§ Entries taken from a collection:
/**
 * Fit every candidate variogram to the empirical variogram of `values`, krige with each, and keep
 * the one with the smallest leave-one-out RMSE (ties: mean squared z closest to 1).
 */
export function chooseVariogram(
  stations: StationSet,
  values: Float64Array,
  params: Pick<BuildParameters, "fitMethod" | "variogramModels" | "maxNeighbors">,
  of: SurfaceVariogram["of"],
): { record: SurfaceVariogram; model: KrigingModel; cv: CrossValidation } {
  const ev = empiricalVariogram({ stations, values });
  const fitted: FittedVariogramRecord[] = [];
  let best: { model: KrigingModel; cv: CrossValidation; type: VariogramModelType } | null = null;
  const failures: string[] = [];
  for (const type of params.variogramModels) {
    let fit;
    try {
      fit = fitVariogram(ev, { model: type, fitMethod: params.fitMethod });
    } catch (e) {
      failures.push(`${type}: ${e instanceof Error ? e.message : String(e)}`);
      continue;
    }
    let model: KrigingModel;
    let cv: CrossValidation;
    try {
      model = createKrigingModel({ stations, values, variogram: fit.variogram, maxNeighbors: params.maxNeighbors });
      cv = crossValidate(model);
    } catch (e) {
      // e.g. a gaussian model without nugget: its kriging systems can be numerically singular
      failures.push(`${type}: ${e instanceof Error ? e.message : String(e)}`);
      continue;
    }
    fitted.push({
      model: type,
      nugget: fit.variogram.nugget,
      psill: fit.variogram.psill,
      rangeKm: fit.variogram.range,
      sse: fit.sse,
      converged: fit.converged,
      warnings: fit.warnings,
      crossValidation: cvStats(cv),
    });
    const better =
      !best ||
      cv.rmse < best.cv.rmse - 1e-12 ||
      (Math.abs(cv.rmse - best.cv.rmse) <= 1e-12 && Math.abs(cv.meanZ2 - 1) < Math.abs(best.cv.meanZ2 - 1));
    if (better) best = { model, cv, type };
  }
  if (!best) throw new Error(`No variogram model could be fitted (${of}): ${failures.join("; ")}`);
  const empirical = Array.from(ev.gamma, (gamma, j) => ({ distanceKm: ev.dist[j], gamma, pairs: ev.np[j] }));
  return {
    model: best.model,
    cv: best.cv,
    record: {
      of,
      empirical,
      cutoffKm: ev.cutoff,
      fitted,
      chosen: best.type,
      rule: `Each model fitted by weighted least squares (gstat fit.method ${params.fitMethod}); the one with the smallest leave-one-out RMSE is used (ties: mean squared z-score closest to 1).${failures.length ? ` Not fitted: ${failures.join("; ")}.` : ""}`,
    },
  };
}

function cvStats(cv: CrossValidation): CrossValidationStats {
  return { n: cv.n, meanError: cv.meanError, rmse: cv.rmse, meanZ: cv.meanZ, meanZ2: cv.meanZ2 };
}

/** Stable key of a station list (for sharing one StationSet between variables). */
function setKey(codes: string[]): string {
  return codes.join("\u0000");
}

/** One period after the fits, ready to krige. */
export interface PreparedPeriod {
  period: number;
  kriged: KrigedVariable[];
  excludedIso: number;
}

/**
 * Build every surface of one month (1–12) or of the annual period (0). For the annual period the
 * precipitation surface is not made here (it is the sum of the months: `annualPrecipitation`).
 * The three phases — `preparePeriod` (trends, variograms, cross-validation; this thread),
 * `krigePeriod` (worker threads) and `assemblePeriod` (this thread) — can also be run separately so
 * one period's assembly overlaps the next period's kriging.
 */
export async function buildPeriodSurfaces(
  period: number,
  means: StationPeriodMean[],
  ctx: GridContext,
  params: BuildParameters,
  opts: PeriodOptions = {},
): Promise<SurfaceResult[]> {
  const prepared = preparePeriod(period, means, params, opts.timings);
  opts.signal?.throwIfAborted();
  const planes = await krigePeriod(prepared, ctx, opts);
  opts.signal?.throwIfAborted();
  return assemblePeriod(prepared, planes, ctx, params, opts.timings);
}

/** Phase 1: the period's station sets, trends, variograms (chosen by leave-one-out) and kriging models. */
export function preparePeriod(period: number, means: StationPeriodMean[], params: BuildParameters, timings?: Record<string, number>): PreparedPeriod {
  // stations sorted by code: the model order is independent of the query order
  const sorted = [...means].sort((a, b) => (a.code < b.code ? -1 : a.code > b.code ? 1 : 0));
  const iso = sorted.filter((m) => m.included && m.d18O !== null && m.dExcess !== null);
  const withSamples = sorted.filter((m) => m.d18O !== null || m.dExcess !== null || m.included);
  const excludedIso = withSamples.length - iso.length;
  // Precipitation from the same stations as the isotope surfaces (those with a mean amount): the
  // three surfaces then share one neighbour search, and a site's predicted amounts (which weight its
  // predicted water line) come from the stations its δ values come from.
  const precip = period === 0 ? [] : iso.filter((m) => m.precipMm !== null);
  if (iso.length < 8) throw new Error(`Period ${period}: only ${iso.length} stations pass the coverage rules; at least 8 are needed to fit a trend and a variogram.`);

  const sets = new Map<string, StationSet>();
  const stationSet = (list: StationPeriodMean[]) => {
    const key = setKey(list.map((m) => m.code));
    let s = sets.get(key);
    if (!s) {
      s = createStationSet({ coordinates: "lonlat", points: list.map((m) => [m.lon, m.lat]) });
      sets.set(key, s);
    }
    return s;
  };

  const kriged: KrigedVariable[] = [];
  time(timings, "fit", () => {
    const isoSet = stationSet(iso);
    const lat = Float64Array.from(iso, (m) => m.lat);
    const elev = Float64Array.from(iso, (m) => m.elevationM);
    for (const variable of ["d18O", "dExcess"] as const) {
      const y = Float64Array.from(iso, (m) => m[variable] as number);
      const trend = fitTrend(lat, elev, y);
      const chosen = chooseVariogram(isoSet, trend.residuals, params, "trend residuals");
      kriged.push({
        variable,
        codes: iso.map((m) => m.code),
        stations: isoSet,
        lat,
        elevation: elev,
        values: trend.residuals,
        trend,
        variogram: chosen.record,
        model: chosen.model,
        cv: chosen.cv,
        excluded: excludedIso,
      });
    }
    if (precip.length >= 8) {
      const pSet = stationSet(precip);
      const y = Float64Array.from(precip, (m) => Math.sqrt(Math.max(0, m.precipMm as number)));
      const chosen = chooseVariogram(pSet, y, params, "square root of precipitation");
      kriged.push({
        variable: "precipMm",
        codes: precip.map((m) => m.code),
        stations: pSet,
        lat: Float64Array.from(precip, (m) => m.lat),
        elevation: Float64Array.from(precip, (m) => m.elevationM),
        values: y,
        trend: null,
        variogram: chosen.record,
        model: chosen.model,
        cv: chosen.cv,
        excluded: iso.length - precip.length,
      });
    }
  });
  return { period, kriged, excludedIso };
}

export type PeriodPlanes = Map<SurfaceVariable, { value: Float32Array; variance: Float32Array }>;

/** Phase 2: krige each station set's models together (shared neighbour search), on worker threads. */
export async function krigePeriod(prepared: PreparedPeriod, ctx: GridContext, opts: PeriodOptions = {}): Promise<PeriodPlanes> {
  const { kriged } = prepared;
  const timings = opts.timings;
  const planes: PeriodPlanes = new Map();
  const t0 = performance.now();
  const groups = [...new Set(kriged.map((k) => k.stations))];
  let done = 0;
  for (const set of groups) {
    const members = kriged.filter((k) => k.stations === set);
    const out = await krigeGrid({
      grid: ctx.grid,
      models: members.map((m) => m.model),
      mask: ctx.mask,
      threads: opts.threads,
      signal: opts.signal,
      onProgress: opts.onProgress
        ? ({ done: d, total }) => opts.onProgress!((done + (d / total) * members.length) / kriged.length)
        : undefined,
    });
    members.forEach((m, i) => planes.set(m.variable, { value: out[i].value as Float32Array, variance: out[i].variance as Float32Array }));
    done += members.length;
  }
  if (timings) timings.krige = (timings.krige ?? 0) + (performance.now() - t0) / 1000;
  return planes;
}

§ AIM OF THE TASK: Please reproduce, exactly as they appear above, the lines from the line containing "const stationSet = (list: StationPeriodMean[])" up to and including the line containing "const kriged: KrigedVariable[] = [];".

§ OUTPUT OF THE EXERCISE:
  const stationSet = (list: StationPeriodMean[]) => {
    const key = setKey(list.map((m) => m.code));
    let s = sets.get(key);
    if (!s) {
      s = createStationSet({ coordinates: "lonlat", points: list.map((m) => [m.lon, m.lat]) });
      sets.set(key, s);
    }
    return s;
  };

  const kriged: KrigedVariable[] = [];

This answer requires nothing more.